Table I: Cluster Sizes Cluster

No. In Cluster

% Total

1

54

34%

2

51

32

3

36

23

4

19

12

The third and final step in deriving the strategic composites consisted of examining the cluster centres or averages for each of the original twenty nine strategic variables. A table of these is presented in the Appendix. Each column in this table represents a profile of the combination of export and domestic marketing strategies used by the sampled SME's in each of the four empirically derived clusters. From this we can obtain a sense of the composite (domestic and export) strategies used by firms in each cluster. The Four Strategic Composites The information from the table in the Appendix was used to devise profiles of the four strategic composites. These are described below. The Top End Nicher (Cluster 1) This group consisted of fifty four firms or 34% of the sample. These firms used a focus strategy in their domestic market, offering a very narrow product range to a few segments within a small geographic area.
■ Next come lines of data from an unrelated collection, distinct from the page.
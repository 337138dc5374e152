#pragma once

#include <cstdint>
#include <optional>
#include <string>
#include <vector>

#include "planner/job/job.hpp"
#include "planner/motion/seam_moves.hpp"
#include "planner/program/program.hpp"
#include "planner/seam/job_solver.hpp"
#include "planner/step_callback.hpp"
#include "planner/timing/process_move_timing.hpp"
#include "planner/transit/transit_planner.hpp"

namespace tw::planner {

/// Settings of the whole pipeline, set by field name. SI units.
struct PlanOptions {
  SeamSolverOptions solver;
  CellCollisionOptions collision;
  /// OMPL planner for transits, one of transitPlannerNames().
  std::string transit_planner = "RRTConnect";
  /// Overrides the job's transit seed when set (> 0).
  std::optional<unsigned> seed;
  /// TCP speed of the linear approach and retract moves [m/s]. 50 mm/s: the
  /// final approach at reduced speed (domain-facts §1, common practice).
  double approach_speed = 0.050;
  /// Largest rotation rate of the tool on linear moves [rad/s]; a corner
  /// turned on the spot takes angle / rate. 90°/s: common practice, no
  /// source (slow enough for a torch and its hose package).
  double orientation_speed = 1.5707963267948966;
  /// Measure the clearance to the cell (CollisionWorld::clearance over the
  /// pairs with a cell body) at every motion target for the outputs (costs
  /// about a millisecond per record on the demo cell).
  bool measure_clearance = true;
  /// How solved seams become controller moves: path tolerance and blends.
  SeamMoveOptions moves;
  /// Generator name and version written into every program.
  std::string generator = "tracewright 0.1.0";
  /// Hears of each seam solved and each transit planned (see StepCallback);
  /// a job has tasks + 1 transits.
  StepCallback on_step;
};

/// A transit that could not be planned, with the planner's own words.
struct TransitFailure {
  std::string from;  ///< "home" or the seam the transit leaves
  std::string to;    ///< the seam it goes to, or "home"
  TransitResult result;
};

/// A linear move that could not be run at its programmed TCP speed, and
/// what it gets instead (see timeProcessMove).
struct SpeedLimit {
  std::string seam;
  int waypoint = 0;  ///< index of the move's target in the seam; the retract is waypoints.size()
  LoweredSpeed lowered;
};

/// A seam whose compacted moves could not be followed as the controller
/// interpolates them, even step by step (see compactSolvedSeam).
struct MoveFailure {
  std::string seam;
  int waypoint = 0;  ///< the step from waypoint − 1 to waypoint
  FollowFailure failure;
};

/// The result of planning a job: the seam solutions, then either a program
/// or the reasons there is none.
struct PlanResult {
  JobSolution seams;
  std::vector<TransitFailure> transit_failures;
  std::vector<SpeedLimit> speed_limits;
  std::vector<MoveFailure> move_failures;
  /// Present only when every seam and transit succeeded.
  std::optional<Program> program;

  bool feasible() const { return program.has_value(); }
};

/// Throws tw::InputError, at the line of the first task that differs, when
/// the tasks of `job` do not all use one tool: a program runs with one tool
/// (tool changes within a program are not supported yet). planJob calls it
/// before any work; `check` calls it too, so that both refuse such a job.
void requireOneTool(const Job& job);

/// The full pipeline for a loaded job: solve every seam (solveJob), plan
/// the transits home → seam 1 → … → seam n → home in the job's order with
/// OMPL, time every move (transits with synchronised trapezoidal profiles
/// at the job's joint speed fraction; linear moves at their TCP speed,
/// lowered where a joint would exceed its velocity limit, and reported),
/// and assemble the Program with its metadata (input file hashes, seed) and
/// per-record branch, clearance to the cell and singularity margin. Transits
/// keep the job's transit clearance from every cell body and the base self
/// margin of options.collision between the arm's links and its tool.
///
/// The program starts with a zero-length joint move that states the home
/// position (where the arm is assumed to be), and ends back at home.
/// Throws tw::InputError for bad input; infeasible work is reported in the
/// result. Deterministic for a given job and seed, whatever the thread count.
PlanResult planJob(const Job& job, const PlanOptions& options = {});

}  // namespace tw::planner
They are product innovators producing specialty products. Essentially they offer a prime product at a premium price. Promotional expenditures are relatively high as they seek to develop a strong brand recognition. Multiple channels are used and they continually seek to find new means of distribution. Perhaps because they are continually developing new products, they have the lowest level of experience with their current product mix. On average, firms in this group had an average of 57 employees, the second largest in the sample. The export strategy adopted by these firms is built around a high degree of product adaptation, particularly after market entry. A similarly flexibility is displayed in the promotional strategy used, particularly with respect to the promotional approach used. A high level of support is provided to foreign distributors/agents in form of promotional support and training. The average percentage of total sales from exporting is 36% for this group ---- the lowest of the four strategic composites. Cost Cutter (Cluster 2)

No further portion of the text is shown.